Each decoder layer performs 4 steps:
(1) self-attention on the tokens, (2) cross-attention from tokens (as queries) to the image embedding, (3) a point-wise MLP updates each token, and (4) cross-attention from the image embedding (as queries) to tokens.
This last step updates the image embedding with prompt information. During cross-attention, the image embedding is treated as a set of \(64^2\) 256-dimensional vectors. Each self/cross-attention and MLP has a residual connection, layer normalization, and a dropout of 0.1 at training. The next decoder layer takes the updated tokens and the updated image embedding from the previous layer.
They use a two-layer decoder. To ensure the decoder has access to critical geometric information the positional encodings are added to the image embedding whenever they participate in an attention layer. Additionally, the entire original prompt tokens (including
their positional encodings) are re-added to the updated tokens whenever they participate in an attention layer
. This allows for a strong dependence on both the prompt token’s geometric location and type.

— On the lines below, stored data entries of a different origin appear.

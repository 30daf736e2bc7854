package exact

import (
	"context"
	"math/big"
	"slices"
)

// isolator searches ranges of positive numbers for the roots of a square-free
// polynomial.
type isolator struct {
	ctx   context.Context
	q     Poly // roots met at ends of ranges are divided out
	near  *nearVariations
	found []Interval
}

func newIsolator(ctx context.Context, q Poly) *isolator {
	return &isolator{ctx: ctx, q: q, near: newNearVariations(q, nearGuard)}
}

// Ranges of more than manyOctaves octaves are split at their geometric
// middle, so that roots many decades apart are separated in few steps;
// narrower ones go octave by octave, where short arithmetic serves.
const manyOctaves = 40

// spread isolates the roots in the open range from lo to hi, which are
// positive and no roots.
func (z *isolator) spread(lo, hi *big.Rat) error {
	first, last := floorLog2(lo), floorLog2(hi)
	if last-first > manyOctaves {
		switch z.exactVariations(lo, hi) {
		case 0:
			return z.ctx.Err()
		case 1:
			z.found = append(z.found, Interval{lo, hi})
			return z.ctx.Err()
		}
		return z.splitAt(powerOfTwo((first+last+1)/2), lo, hi, z.spread)
	}
	for k := first + 1; k <= last; k++ {
		if mid := powerOfTwo(k); mid.Cmp(lo) > 0 && mid.Cmp(hi) < 0 {
			return z.splitAt(mid, lo, hi, func(a, b *big.Rat) error {
				if a == lo {
					return z.bisect(a, b)
				}
				return z.spread(a, b)
			})
		}
	}
	return z.bisect(lo, hi)
}

// splitAt searches below mid and above it; the root mid itself is found and
// divided out.
func (z *isolator) splitAt(mid, lo, hi *big.Rat, search func(lo, hi *big.Rat) error) error {
	root := z.q.EvalSign(mid) == 0
	if root {
		z.q = divideRoot(z.q, mid)
		z.near = newNearVariations(z.q, z.near.guard)
	}
	if err := search(lo, mid); err != nil {
		return err
	}
	if root {
		z.found = append(z.found, Interval{mid, mid})
	}
	return search(mid, hi)
}

// bisect isolates the roots in a range of at most an octave.
func (z *isolator) bisect(lo, hi *big.Rat) error {
	if err := z.ctx.Err(); err != nil {
		return err
	}
	count, decided := z.near.count(lo, hi)
	for !decided && z.near.longer() {
		if err := z.ctx.Err(); err != nil {
			return err
		}
		count, decided = z.near.count(lo, hi)
	}
	if !decided {
		count = z.exactVariations(lo, hi)
	}
	switch count {
	case 0:
		return nil
	case 1:
		z.found = append(z.found, Interval{lo, hi})
		return nil
	}
	mid := new(big.Rat).Add(lo, hi)
	return z.splitAt(mid.Mul(mid, big.NewRat(1, 2)), lo, hi, z.bisect)
}

// exactVariations is signVariations on an interval.
func (z *isolator) exactVariations(lo, hi *big.Rat) int {
	return signVariations(onUnitInterval(z.q, lo, new(big.Rat).Sub(hi, lo)))
}

// onUnitInterval returns integer coefficients of a positive multiple of
// q(lo + width·x).
func onUnitInterval(q Poly, lo, width *big.Rat) []*big.Int {
	c := newInts(len(q.c))
	for i, v := range q.c {
		c[i].Set(v)
	}
	if lo.Sign() == 0 {
		return thin(scaleInts(c, width))
	}
	// q(lo·(1 + y)) with y = (width/lo)·x.
	scaleInts(c, lo)
	shiftByOne(thin(c))
	return thin(scaleInts(c, new(big.Rat).Quo(width, lo)))
}

// scaleInts replaces the coefficients by those of vⁿ·f(r·x) for r = u/v, v > 0.
func scaleInts(c []*big.Int, r *big.Rat) []*big.Int {
	u, v := r.Num(), r.Denom()
	scalePowers(c, u)
	slices.Reverse(c)
	scalePowers(c, v)
	slices.Reverse(c)
	return c
}

// scalePowers multiplies c[i] by uⁱ.
func scalePowers(c []*big.Int, u *big.Int) {
	if isOne(u) {
		return
	}
	if k := u.TrailingZeroBits(); u.Sign() > 0 && u.BitLen() == int(k)+1 {
		for i, v := range c {
			v.Lsh(v, uint(i)*k)
		}
		return
	}
	power := big.NewInt(1)
	for i, v := range c {
		if i > 0 {
			v.Mul(v, power)
		}
		if i+1 < len(c) {
			power.Mul(power, u)
		}
	}
}

// shiftByOne replaces f(x) by f(x + 1).
func shiftByOne(c []*big.Int) {
	for i := range len(c) - 1 {
		for j := len(c) - 2; j >= i; j-- {
			c[j].Add(c[j], c[j+1])
		}
	}
}

// thin divides the coefficients by their common power of two.
func thin(c []*big.Int) []*big.Int {
	k := ^uint(0)
	for _, v := range c {
		if v.Sign() != 0 {
			k = min(k, v.TrailingZeroBits())
		}
	}
	if k > 0 && k != ^uint(0) {
		for _, v := range c {
			v.Rsh(v, k)
		}
	}
	return c
}

// signVariations returns a bound on the number of roots in the open unit
// interval: the sign changes in the coefficients of (1+x)ⁿ·c(1/(1+x)). The
// bound is exact when it is 0 or 1. Counting stops at 2.
func signVariations(c []*big.Int) int {
	if coefficientVariations(c) == 0 { // no positive root
		return 0
	}
	r := make([]*big.Int, len(c))
	for i, v := range c {
		r[len(c)-1-i] = new(big.Int).Set(v)
	}
	// After step i of the shift coefficient i is final.
	count, last := 0, 0
	for i := range r {
		for j := len(r) - 2; j >= i; j-- {
			r[j].Add(r[j], r[j+1])
		}
		if s := r[i].Sign(); s != 0 {
			if s == -last {
				if count++; count == 2 {
					return 2
				}
			}
			last = s
		}
	}
	return count
}

// coefficientVariations returns the number of sign changes in the
// coefficients, a bound on the number of positive roots that is exact when it
// is 0 or 1 (Descartes).
func coefficientVariations(c []*big.Int) int {
	count, last := 0, 0
	for _, v := range c {
		if s := v.Sign(); s != 0 {
			if s == -last {
				count++
			}
			last = s
		}
	}
	return count
}
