package exact

import (
	"context"
	"errors"
	"math/big"
	"sync"
)

// Prepared is a pencil made ready for questions: scaled to integers and split
// into pieces that can be solved one after the other. It keeps what it has
// computed, and may be used by several goroutines at once.
type Prepared struct {
	pencil *Pencil
	scaled *intPencil
	form   *blocks // nil: singular by its pattern alone

	mu       sync.Mutex
	dets     []*Poly // determinants of the blocks in scaled time, nil: not yet
	singular bool    // some block was found singular
	whole    *Poly   // det(G + s·C), nil: not yet
}

// Prepare makes the pencil ready for questions. It finds the structure only,
// so that nothing is computed which is not asked for. The error is the
// context's.
func (p *Pencil) Prepare(ctx context.Context) (*Prepared, error) {
	if err := ctx.Err(); err != nil {
		return nil, err
	}
	f := p.structure(p.scaled())
	return f, ctx.Err()
}

// structure splits the scaled form of p into pieces.
func (p *Pencil) structure(scaled *intPencil) *Prepared {
	f := &Prepared{pencil: p, scaled: scaled}
	count := 0
	for _, r := range scaled.rows {
		count += len(r)
	}
	pattern := make([][]int, p.Size())
	all := make([]int, 0, count)
	for i, r := range scaled.rows {
		start := len(all)
		for _, e := range r {
			all = append(all, e.col)
		}
		pattern[i] = all[start:len(all):len(all)]
	}
	f.form = blockTriangular(pattern)
	f.singular = f.form == nil
	if f.form != nil {
		f.dets = make([]*Poly, len(f.form.end))
	}
	return f
}

// Blocks returns the number of pieces that the pencil falls into: diagonal
// blocks of its block triangular form. It is 0 for a pencil whose pattern
// alone makes it singular.
func (f *Prepared) Blocks() int {
	if f.form == nil {
		return 0
	}
	return len(f.form.end)
}

// Determinant returns det(G + s·C) with its sign: the zero polynomial if the
// pencil is singular for every s.
func (f *Prepared) Determinant() Poly {
	d, err := f.DeterminantContext(context.Background())
	if err != nil {
		panic("exact: determinant: " + err.Error())
	}
	return d
}

// DeterminantContext is Determinant with a way to stop it; the error is the
// context's.
func (f *Prepared) DeterminantContext(ctx context.Context) (Poly, error) {
	f.mu.Lock()
	whole, singular := f.whole, f.singular
	f.mu.Unlock()
	if singular {
		return Poly{}, ctx.Err()
	}
	if whole != nil {
		return *whole, nil
	}
	dets, err := f.allDeterminants(ctx)
	if err != nil || dets == nil {
		return Poly{}, err
	}
	d := f.inTime(productOf(dets), f.factor())
	f.mu.Lock()
	f.whole = &d
	f.mu.Unlock()
	return d, nil
}

// BlockDeterminants returns polynomials whose product is the determinant: a
// constant with the sign, then the determinant of every piece. For a
// singular pencil it returns the zero polynomial alone.
func (f *Prepared) BlockDeterminants(ctx context.Context) ([]Poly, error) {
	dets, err := f.allDeterminants(ctx)
	if err != nil {
		return nil, err
	}
	if dets == nil {
		return []Poly{{}}, nil
	}
	out := []Poly{Constant(f.factor())}
	for _, d := range dets {
		out = append(out, f.inTime(d, big.NewRat(1, 1)))
	}
	return out, nil
}

// allDeterminants returns the determinants of all blocks in scaled time, nil
// for a singular pencil.
func (f *Prepared) allDeterminants(ctx context.Context) ([]Poly, error) {
	if f.form == nil {
		return nil, ctx.Err()
	}
	all := make([]bool, len(f.dets))
	for b := range f.dets {
		all[b] = true
	}
	dets, err := f.blockDeterminants(ctx, all)
	if errors.Is(err, errSingular) {
		return nil, nil
	}
	return dets, err
}

// factor returns det(G + s·C) / Π block determinants.
func (f *Prepared) factor() *big.Rat {
	num, den := big.NewInt(1), big.NewInt(1)
	two, five := 0, 0
	var t big.Int
	for _, side := range [][]tenfold{f.scaled.rowScale, f.scaled.colScale} {
		for i := range side {
			r := &side[i]
			two, five = two+r.two, five+r.five
			if r.long != nil {
				num.Mul(num, r.long.Num())
				den.Mul(den, r.long.Denom())
				continue
			}
			if r.num != 1 {
				num.Mul(num, t.SetInt64(r.num))
			}
			if r.den != 1 {
				den.Mul(den, t.SetInt64(r.den))
			}
		}
	}
	shiftTens(num, max(two, 0), max(five, 0))
	shiftTens(den, max(-two, 0), max(-five, 0))
	if f.form.negative {
		den.Neg(den)
	}
	return new(big.Rat).SetFrac(den, num)
}

// inTime returns scale·d(s/10^exponent): a polynomial of the scaled system in
// the pencil's own s.
func (f *Prepared) inTime(d Poly, scale *big.Rat) Poly {
	n := d.Degree()
	if n < 0 {
		return d
	}
	e := f.scaled.exponent
	ten := powerOfTen(max(e, -e)).Num()
	c := newInts(n + 1)
	power := new(big.Int).Set(scale.Num())
	// The numerators get 10^(e·(n−i)) or 10^(−e·i).
	for k := range c {
		i := k
		if e > 0 {
			i = n - k
		}
		c[i].Mul(d.c[i], power)
		if k < n && e != 0 {
			power.Mul(power, ten)
		}
	}
	den := new(big.Int).Mul(d.denominator(), scale.Denom())
	if e > 0 {
		den.Mul(den, ten.Exp(ten, big.NewInt(int64(n)), nil))
	}
	return makePoly(c, den)
}

// productOf multiplies polynomials pairwise, so that factors of like size
// meet.
func productOf(list []Poly) Poly {
	list = append([]Poly(nil), list...)
	for len(list) > 1 {
		k := 0
		for i := 0; i < len(list); i += 2 {
			if i+1 < len(list) {
				list[k] = list[i].Mul(list[i+1])
			} else {
				list[k] = list[i]
			}
			k++
		}
		list = list[:k]
	}
	if len(list) == 0 {
		return PolyFromInt64s(1)
	}
	return list[0]
}

// blockDeterminants returns the determinants of the chosen blocks in scaled
// time and zero polynomials for the others, or errSingular.
func (f *Prepared) blockDeterminants(ctx context.Context, chosen []bool) ([]Poly, error) {
	out := make([]Poly, len(chosen))
	for b, want := range chosen {
		if !want {
			continue
		}
		f.mu.Lock()
		d := f.dets[b]
		f.mu.Unlock()
		if d == nil {
			y := f.system([]int{b}, nil, nil)
			dets, _, err := y.solve(ctx, []bool{true})
			if err != nil {
				return nil, f.note(err)
			}
			d = &dets[0]
			f.keep(b, d)
		}
		out[b] = *d
	}
	return out, nil
}

// note remembers that a singular block was met.
func (f *Prepared) note(err error) error {
	if errors.Is(err, errSingular) {
		f.mu.Lock()
		f.singular = true
		f.mu.Unlock()
	}
	return err
}

func (f *Prepared) keep(b int, d *Poly) {
	f.mu.Lock()
	f.dets[b] = d
	f.mu.Unlock()
}

// border is a border row or column of a system: integers times 1/scale.
type border struct {
	at    []int // positions
	value []*big.Int
	scale *big.Rat
}

// rhsBorder scales rhs for the positions of a system: scale·R·rhs.
func (f *Prepared) rhsBorder(v Vector, position []int) border {
	return makeBorder(v, f.scaled.rowScale, position)
}

// outBorder scales out for the positions of a system: scale·K·out.
func (f *Prepared) outBorder(v Vector, position []int) border {
	return makeBorder(v, f.scaled.colScale, position)
}

func makeBorder(v Vector, scale []tenfold, position []int) border {
	sum := map[int]*big.Rat{}
	for _, c := range v {
		if c.Value == nil || position[c.Index] < 0 {
			continue
		}
		t := new(big.Rat).Mul(c.Value, scale[c.Index].rat())
		if old := sum[position[c.Index]]; old != nil {
			t.Add(t, old)
		}
		sum[position[c.Index]] = t
	}
	den, num := big.NewInt(1), new(big.Int)
	for _, r := range sum {
		lcmInto(den, r.Denom())
	}
	var b border
	for at, r := range sum {
		if x := overDenominator(r, den); x != nil {
			b.at = append(b.at, at)
			b.value = append(b.value, x)
			gcdInto(num, x)
		}
	}
	if num.Sign() == 0 {
		num.SetInt64(1)
	}
	for _, x := range b.value {
		x.Quo(x, num)
	}
	b.scale = new(big.Rat).SetFrac(den, num)
	return b
}

// system returns the blocks of the list, ascending, with the borders that
// rhs and out select on them.
func (f *Prepared) system(list []int, rhs, out []border) *system {
	y := &system{rhs: len(rhs), outs: len(out)}
	colAt := make([]int, f.pencil.Size()) // position plus one
	var rows []int
	for _, b := range list {
		start := 0
		if b > 0 {
			start = f.form.end[b-1]
		}
		for k := start; k < f.form.end[b]; k++ {
			rows = append(rows, f.form.rows[k])
			colAt[f.form.cols[k]] = len(rows)
		}
		y.end = append(y.end, len(rows))
	}
	y.n = len(rows)
	y.rows = make([][]intEntry, y.n+y.outs)
	borders := make([]int, y.n) // border entries by row
	count := 0
	for _, b := range rhs {
		for _, at := range b.at {
			borders[at]++
		}
		count += len(b.at)
	}
	for _, r := range rows {
		count += len(f.scaled.rows[r])
	}
	entries := make([]intEntry, 0, count)
	for i, r := range rows {
		start := len(entries)
		for _, e := range f.scaled.rows[r] {
			if at := colAt[e.col]; at > 0 {
				entries = append(entries, intEntry{at - 1, e.g, e.c})
			}
		}
		end := len(entries)
		entries = entries[:end+borders[i]]
		y.rows[i] = entries[start:end:len(entries)]
	}
	for j, b := range rhs {
		for k, at := range b.at {
			y.rows[at] = append(y.rows[at], intEntry{col: y.n + j, g: b.value[k]})
		}
	}
	for i, b := range out {
		for k, at := range b.at {
			y.rows[y.n+i] = append(y.rows[y.n+i], intEntry{col: at, g: b.value[k]})
		}
	}
	return y
}
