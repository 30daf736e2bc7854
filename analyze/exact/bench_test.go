package exact

import (
	"context"
	"math/big"
	"testing"
)

// BenchmarkNumeratorAndDenominator is the whole way from a pencil to the
// numerator of the driving-point response and the denominator. The marks are
// milliseconds on one thread (go test -cpu 1); ms/op stands beside its mark.
func BenchmarkNumeratorAndDenominator(b *testing.B) {
	ctx := context.Background()
	for _, n := range benchmarkNetworks {
		b.Run(n.String(), func(b *testing.B) {
			p, rhs, input, _ := n.build(n.size)
			for b.Loop() {
				f, err := p.Prepare(ctx)
				if err != nil {
					b.Fatal(err)
				}
				if _, err := f.Numerators(ctx, []Vector{rhs}, []Vector{input}); err != nil {
					b.Fatal(err)
				}
				f.Determinant()
			}
			ms := b.Elapsed().Seconds() * 1e3 / float64(b.N)
			b.ReportMetric(ms, "ms/op")
			b.ReportMetric(n.mark, "mark-ms")
			b.ReportMetric(ms/n.mark, "of-mark")
		})
	}
}

// BenchmarkLimit isolates the frequencies where the gain from input to output
// of a network crosses a limit: the roots in ω² of |N|² − k²·|D|², the work
// of deciding a limit over a range.
func BenchmarkLimit(b *testing.B) {
	ctx := context.Background()
	for _, n := range benchmarkNetworks {
		p, rhs, input, output := n.build(n.size)
		f, err := p.Prepare(ctx)
		if err != nil {
			b.Fatal(err)
		}
		h, err := f.Responses(ctx, []Vector{rhs}, []Vector{input, output})
		if err != nil {
			b.Fatal(err)
		}
		for k, name := range []string{"input", "output"} {
			num, den := h[k][0].Num.MagnitudeSquared(), h[k][0].Den.MagnitudeSquared()
			at, _ := PolyRatio(num).Quo(PolyRatio(den))
			mid, _ := at.Eval(big.NewRat(1e8, 1))
			limit := num.Sub(den.Scale(mid))
			b.Run(n.String()+"/"+name, func(b *testing.B) {
				roots := 0
				for b.Loop() {
					roots = len(IsolateRealRoots(limit, new(big.Rat), nil))
				}
				b.ReportMetric(float64(roots), "roots")
				b.ReportMetric(float64(maxBits(limit.Primitive().c)), "bits")
			})
		}
	}
}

After the decoder, we upsample the updated image embedding by 4x with two transposed convolutional layers.
Then, the tokens attend once more to the image embedding and we pass the updated output token embedding to a small 3-layer MLP that outputs a vector matching the channel dimension of the upscaled image embedding. Finally, we predict a mask with a spatially point-wise product between the upscaled image embedding and the MLP’s output.
The transformer uses an embedding dimension of 256.
The transformer MLP blocks have a large internal dimension of 2048, but the MLP is applied only to the prompt tokens for which there are relatively few (rarely greater than 20). However, in cross-attention layers where we have a \(64 \times 64\) image embedding, we reduce the channel dimension of the queries, keys, and values by \(2 \times\) to 128 for computational efficiency. All attention layers use 8 heads. The transposed convolutions used to upscale the output image embedding are \(2 \times 2\), stride 2 with output channel dimensions of 64 and 32 and have GELU activations. They are separated by layer normalization.
What is the architecture of the prompt encoder used in Segment Anything?

Sparse (i.e. not the mask) prompts are mapped to 256-dimensional vectorial embeddings as follows.
A point is represented as the sum of a positional encoding of the point’s location and one of two learned embeddings that indicate if the point is either in the foreground or background.
A box is represented by an embedding pair: (1) the positional encoding of its top-left corner summed with a learned embedding representing “top-left corner” and (2) the same structure but using a learned embedding indicating “bottom-right corner”.
For text we use the text encoder from CLIP.

Dense prompts (i.e., masks) have a spatial correspondence with the image. They input masks at a \(4 \times\) lower resolution than the input image, then downscale an additional \(4 \times\) using two \(2 \times 2\), stride-2 convolutions with output channels 4 and 16, respectively. A final \(1 \times 1\) convolution maps the channel dimension to 256. Each layer is separated by GELU activations and layer normalization.

The mask and image embedding are then added element-wise. If there is no mask prompt, a learned embedding representing “no mask” is added to each image embedding location.
For which task is the Segment Anything Model trained?

The promptable segmentation task, which returns a valid segmentation mask given any prompt. Where a prompt can be a set of foreground / background points, a rough box or mask, free-form text, or, in general, any information indicating what to segment in an image.
The requirement of a “valid” mask simply means that even when a prompt is ambiguous and could refer to multiple objects the output should be a reasonable mask for at least one of those objects.
Which losses were used to train Segment Anything?

A linear combination of focal loss and dice loss in a 20:1 ratio of focal loss to dice loss.
How can the Segment Anything model be used for instance segmentation?

It needs to be combined with an object detector which provides the bounding box prompt for Segment Anything.